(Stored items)
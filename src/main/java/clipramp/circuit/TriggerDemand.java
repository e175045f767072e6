package clipramp.circuit;

import java.util.Comparator;
import java.util.List;

/**
 * I_GT and V_GT against junction temperature: log I_GT and V_GT linear in temperature, end slopes extended. With a
 * single point, I_GT doubles and V_GT gains 1 V at -40 °C seen from 25 °C (common practice). Extended into the heat, V_GT
 * never falls under the 0.2 V at which sheets say that no device triggers (V_GD at the highest junction temperature,
 * common practice), nor under a lower V_GT that the sheet itself gives.
 *
 * @param points at least one, in any order; kept in rising temperature
 */
public record TriggerDemand(List<Point> points) {
    private static final double COLD_GAIN_VOLTS = 1;
    private static final double COLD_SPAN_KELVIN = 65;
    private static final double NON_TRIGGER_VOLTS = 0.2;

    /**
     * What triggers at one temperature.
     *
     * @param celsius junction temperature, °C
     * @param amps I_GT, A, above 0
     * @param volts V_GT, V, above 0
     */
    public record Point(double celsius, double amps, double volts) {
        /** @throws IllegalArgumentException outside the stated ranges */
        public Point {
            Require.finite("temperature", celsius);
            Require.positive("trigger current", amps);
            Require.positive("trigger voltage", volts);
        }
    }

    /** @throws IllegalArgumentException without a point */
    public TriggerDemand {
        if (points.isEmpty()) {
            throw new IllegalArgumentException("trigger data need at least one point");
        }
        points = points.stream()
                .sorted(Comparator.comparingDouble(Point::celsius))
                .toList();
    }

    /** I_GT, A, at a junction temperature in °C. */
    public double ampsAt(double celsius) {
        if (points.size() == 1) {
            return TemperatureCurve.fromOne(
                    points.get(0).celsius(), points.get(0).amps(), celsius);
        }
        Point a = points.get(upper(celsius) - 1);
        Point b = points.get(upper(celsius));
        return TemperatureCurve.through(a.celsius(), a.amps(), b.celsius(), b.amps(), celsius);
    }

    /** Index of the point that ends the stretch used at a temperature. */
    private int upper(double celsius) {
        int upper = 1;
        while (upper < points.size() - 1 && points.get(upper).celsius() < celsius) {
            upper++;
        }
        return upper;
    }

    /** V_GT, V, gate to cathode or main terminal one, at a junction temperature in °C. */
    public double voltsAt(double celsius) {
        double floor = points.stream().mapToDouble(Point::volts).reduce(NON_TRIGGER_VOLTS, Math::min);
        return Math.max(floor, extendedVoltsAt(celsius));
    }

    private double extendedVoltsAt(double celsius) {
        if (points.size() == 1) {
            Point only = points.get(0);
            return only.volts() + COLD_GAIN_VOLTS * (only.celsius() - celsius) / COLD_SPAN_KELVIN;
        }
        Point a = points.get(upper(celsius) - 1);
        Point b = points.get(upper(celsius));
        return a.volts() + (b.volts() - a.volts()) * (celsius - a.celsius()) / (b.celsius() - a.celsius());
    }

    /** Whether a temperature lies outside the sheet's points, so that the answer is extended and should say so. */
    public boolean isExtendedAt(double celsius) {
        return celsius < points.get(0).celsius()
                || celsius > points.get(points.size() - 1).celsius();
    }
}
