package clipramp.circuit;

/**
 * Resistor and capacitor in series across the thyristor (or the pair, or the triac): limits how fast voltage comes back
 * when an inductive load's current dies.
 *
 * @param resistanceOhms resistor, ohm, above 0
 * @param capacitanceFarads capacitor, F, above 0
 */
public record Snubber(double resistanceOhms, double capacitanceFarads) {
    /** @throws IllegalArgumentException outside the stated ranges */
    public Snubber {
        Require.positive("snubber resistance", resistanceOhms);
        Require.positive("snubber capacitance", capacitanceFarads);
    }
}
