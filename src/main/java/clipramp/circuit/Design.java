package clipramp.circuit;

import java.util.Map;

/**
 * A whole design: one line-synchronised firing circuit with its thyristor and load.
 *
 * @param title what it is called
 * @param notes free text
 * @param document title block
 * @param line the line
 * @param stage thyristor, bridge and load
 * @param stageDiodes the stage's bridge diodes
 * @param load the load
 * @param clip the clipped supply
 * @param ramp the ramp
 * @param trigger trigger device and base resistors
 * @param gate gate drive
 * @param thyristor thyristor and its sink
 * @param surroundings ambient temperatures
 * @param wanted what the knob is to reach
 * @param resistorDerating share of its rating that a resistor may use, 0..1
 * @param designators the drawing's own names by key, such as ramp.capacitor to C3
 */
public record Design(
        String title,
        String notes,
        Document document,
        Line line,
        Stage stage,
        StageDiodes stageDiodes,
        Load load,
        ClipSupply clip,
        Ramp ramp,
        Trigger trigger,
        GateDrive gate,
        Thyristor thyristor,
        Surroundings surroundings,
        Wanted wanted,
        double resistorDerating,
        Map<String, String> designators) {
    public Design {
        Require.fraction("resistor derating", resistorDerating);
        designators = Map.copyOf(designators);
    }

    /** Nominal line at 25 °C. */
    public Condition nominalCondition() {
        return new Condition(line.volts(), line.hertz(), 25);
    }
}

WHAT THE EXERCISE ASKS
Write out exactly the lines above from the line with "load the load" through the line with "may use, 0..1", both of them included, and leave out all other lines.

ANSWER FOR THE TASK
 * @param load the load
 * @param clip the clipped supply
 * @param ramp the ramp
 * @param trigger trigger device and base resistors
 * @param gate gate drive
 * @param thyristor thyristor and its sink
 * @param surroundings ambient temperatures
 * @param wanted what the knob is to reach
 * @param resistorDerating share of its rating that a resistor may use, 0..1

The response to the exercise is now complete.